I'm still doing validation of my comparision and plan to write a
wrapper for both the C Sharp and C++/C executables to test them
thoroughly for both comparative correctness and comparative
performance. But preliminary results indicate that for the regular
expression C.t, and a string consisting of 38 "d"s and Cat, both
return the same results.
The Pike code takes on my contemporary machine about .6 seconds for
1000000 iterations. The C Sharp code takes about 2.7 seconds.
This is such a minimal gain in efficiency emerging after ONE MILLION
iterations, that, in my view, Pike's code isn't Beautiful, and the
use
of C to point at "strings" is bad practice today as is the use of C,
or C embedded within C++.
Brian, please don't praise Rob for taking only an hour. This culture
of "doing it fast" cannot produce Beautiful or correct code, and it
has resulted at many companies in the destruction of programmer
morale, and their family life, as they are continually bullied to
repeatedly do, and redo, bad code in inadequate languages, "fast"
based on role models such as you and Pike are, deservedly enough.

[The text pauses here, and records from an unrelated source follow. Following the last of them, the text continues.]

def test_no_copy_groups_equal_stacked_tracks():
    # Reference: numpy.stack of the per-track position arrays.
    from msdkit.classify import _stack_positions, _track_arrays

    arr = _track_arrays(_mixed_table(np.random.default_rng()))
    span = np.array([p.shape[0] for p in arr.positions])
    for n in np.unique(span):
        idx = np.flatnonzero(span == n)
        for sub in (idx, idx[1:], idx[::2]):
            got = _stack_positions(arr.positions, arr.xyz, arr.starts, arr.gapped, sub, int(n))
            np.testing.assert_array_equal(got, np.stack([arr.positions[i] for i in sub]))


def test_amplitudes_from_stored_periodograms_equal_those_from_steps():
    # Reference: amplitude_at_alpha computing the periodograms itself from the steps (numpy.fft.rfft).
    from msdkit.motion_models import amplitude_at_alpha

    g = np.random.default_rng()
    steps = np.diff(brownian_positions(12, 50, D_um2_s=0.3, frame_interval_s=DT, exposure_s=DT,
                                       localization_sd_um=0.02, rng=g), axis=1)
    f = fit_step_models(steps, exposure_ratio=1.0)
    a = amplitude_at_alpha(steps, exposure_ratio=1.0, alpha=0.8)
    b = amplitude_at_alpha(None, exposure_ratio=1.0, alpha=0.8, periodogram=f.periodogram, n_steps=49,
                           n_axes=2)
    np.testing.assert_allclose(b, a, rtol=1e-12)
    np.testing.assert_allclose(f.periodogram, periodograms(steps, split_cosine_taper(49)), rtol=1e-12)


def test_sample_motion_reusing_the_fits_equals_the_direct_computation(monkeypatch):
    # Reference: the same function with a fresh fit (no cache) and every run's periodogram recomputed from
    # its steps (numpy.fft.rfft); tracks with missed frames included.
    import msdkit.classify as C

    tracks = _mixed_table(np.random.default_rng())
    cls = classify_tracks(tracks, frame_interval_s=DT, exposure_s=DT)
    kw = dict(frame_interval_s=DT, exposure_s=DT, n_boot=50, rng=4)
    fast = sample_motion(tracks, cls, **kw).to_dict()

    C._FIT_CACHE.clear()
    monkeypatch.setattr(C, "_known_runs", lambda *a: {})
    slow = sample_motion(tracks, cls, **kw).to_dict()
    assert fast["flags"] == slow["flags"]
    for k, v in fast["numbers"].items():
        if v is None or isinstance(v, int):
            assert v == slow["numbers"][k], k
        else:
            assert v == pytest.approx(slow["numbers"][k], rel=1e-10, abs=1e-13), k


def test_pooled_alpha_with_per_unit_sums_equals_run_by_run_sums():
    # Reference: Σ_runs of P_run @ (w / spec)ᵀ run by run (numpy matrix products), against which the pooled
    # likelihood of _pooled_spectrum_alpha (periodograms summed per unit first) is checked through its result:
    # the profile over alpha computed here directly from the run-by-run sums, put through the library's own
    # maximisation (parabolic refinement in the noise ratio, then in alpha), must give the same alpha to
    # rounding. Any seed: the two agree to ~1e-13 (200 seeds measured), while a log-determinant term weighted
    # 0.97 or Q without the frequency weights moves alpha by far more than the 1e-9 allowed.
    from msdkit.classify import _pooled_spectrum_alpha, _refine_max
    from msdkit.motion_models import ALPHA_GRID, NOISE_RATIO_GRID, _bank, _profile_noise

    g = np.random.default_rng()
    pos = fbm_positions(30, 41, alpha=0.7, K_um2_s_alpha=0.2, frame_interval_s=DT, localization_sd_um=0.01,
                        rng=g)
    runs = list(pos)
    owner = np.arange(30)
    a_hat, _, n_runs = _pooled_spectrum_alpha(runs, owner, 0.0, np.random.default_rng(0), 0)
    bank = _bank(40, 0.0)
    spec = bank.fbm[:, None, :] + NOISE_RATIO_GRID[None, :, None] * bank.noise[None, None, :]
    spec = np.maximum(spec, 0.5 * bank.fbm[:, None, :])
    w = bank.weights
    Q = sum(periodograms(np.diff(r, axis=0)[None], bank.taper)[0] @ (w / spec).transpose(0, 2, 1)
            for r in runs)
    W = 30 * w.sum()
    ll = -2 * (30 * (np.log(spec) @ w) + W * (np.log(Q / (2 * W)) + 1.0))  # (A, R)
    half_ok = NOISE_RATIO_GRID[None, :] >= -np.min(0.5 * bank.fbm[:, 1:] / bank.noise[1:], axis=1)[:, None]
    ll = np.where(half_ok, ll, -np.inf)
    prof, _, _ = _profile_noise(ll[None])  # (1, A)
    a_ref = float(_refine_max(prof, ALPHA_GRID)[0])
    assert n_runs == 30
    assert abs(a_hat - a_ref) <= 1e-9
    assert abs(a_hat - ALPHA_GRID[np.argmax(prof[0])]) <= ALPHA_GRID[1] - ALPHA_GRID[0]  # refinement stays local


def test_fit_cache_key_changes_with_the_content_and_not_with_a_copy():
    # Common practice: a cache key must follow the data, not the object.
    from msdkit.classify import _fingerprint

    t = _mixed_table(np.random.default_rng())
    k = _fingerprint(t, 0.03)
    assert _fingerprint(t.copy(), 0.03) == k
    s = t.copy()
    x = s["x_um"].to_numpy().copy()
    x[[3, 4]] = x[[4, 3]]  # two values swapped: same sum
    s["x_um"] = x
    assert _fingerprint(s, 0.03) != k
    s = t.copy()
    s.loc[s.index[0], "y_um"] += 1e-9
    assert _fingerprint(s, 0.03) != k
    assert _fingerprint(t, 0.05) != k


def test_runs_read_from_the_fits_equal_the_runs_of_the_table():
    # Reference: _contiguous_runs on the table (pandas/numpy sort and split at frame jumps); the runs taken
    # from the fits' stored positions must be the same arrays in the same order.
    from msdkit.classify import _contiguous_runs, _fit_all_uncached, _runs_from_fits

    t = _mixed_table(np.random.default_rng())
    fits = _fit_all_uncached(t, DT, DT, 10)
    runs_a, own_a = _contiguous_runs(t, np.sort(fits.ids[fits.usable]))
    runs_b, own_b = _runs_from_fits(fits)
    np.testing.assert_array_equal(own_a, own_b)
    assert len(runs_a) == len(runs_b) > len(np.unique(own_a))  # gapped tracks give several runs
    for a, b in zip(runs_a, runs_b, strict=True):
        np.testing.assert_array_equal(a, b)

There are no bugs in Rob's code: bugs in the code presented here are
my fault if they exist in fact.
Flamers may flame, and be damned. Cyberstalkers and cyberbullies may
cyberstalk and cyberbully, and be damned. I do not have the time at
this moment to see if they are afoot, and will reply to them as
needed
at a later time.
The following consists of:
(1) My summary of the flaws in the Pike code in Beautiful Code
(O'Reilly Media, 2007)
(2) The only file you need to create a C Sharp command line
executable
that uses strings to execute the C sharp version of the Pike code in
Visual Studio C Sharp
(3) The only file you need to create a C++ command line executable
that implements the Pike code, repeated from "elsethread"
FLAWS IN THE PIKE CODE
It doesn't implement a regular expression interpreter insofar as
"regular expressions" have a formal, mathematical meaning: it makes
no
provision for a character which must occur at least once and it makes
no provision for nesting as in (a+b)*, and, it returns the shortest
conformant string. In a mathematical sense, the longest conformant
string can be, possibly, transformed into the SET of conformant
strings but the shortest conformant string is only one member. The
code attains its micro-efficiency by not doing a thorough job.
It is idiomatic C, which uses a parameter passed by value as the
changeable index into the string it points-at. This teaches bad
practice unusable in other languages and unsafe in C from the
standpoint of program maintenance.
While advertised as a string processor, it does not handle modern
Unicode or double-byte strings containing international input.
Kernighan does express, in the text of the essay, the concern that
the
code, which does heavy recursion proportional to the string length,
might run slowly or overrun stack limits.
But no consideration exists in the code or Brian's essay, that a
Beautiful way exists to avoid most recursion and speed up the code.
If
the regular expression does not start with a string start carat or
string end dollar sign, its first character that is not followed by
an
asterisk is a "handle" which which can be scanned-for in a
nonrecursive loop or by a strcspn function.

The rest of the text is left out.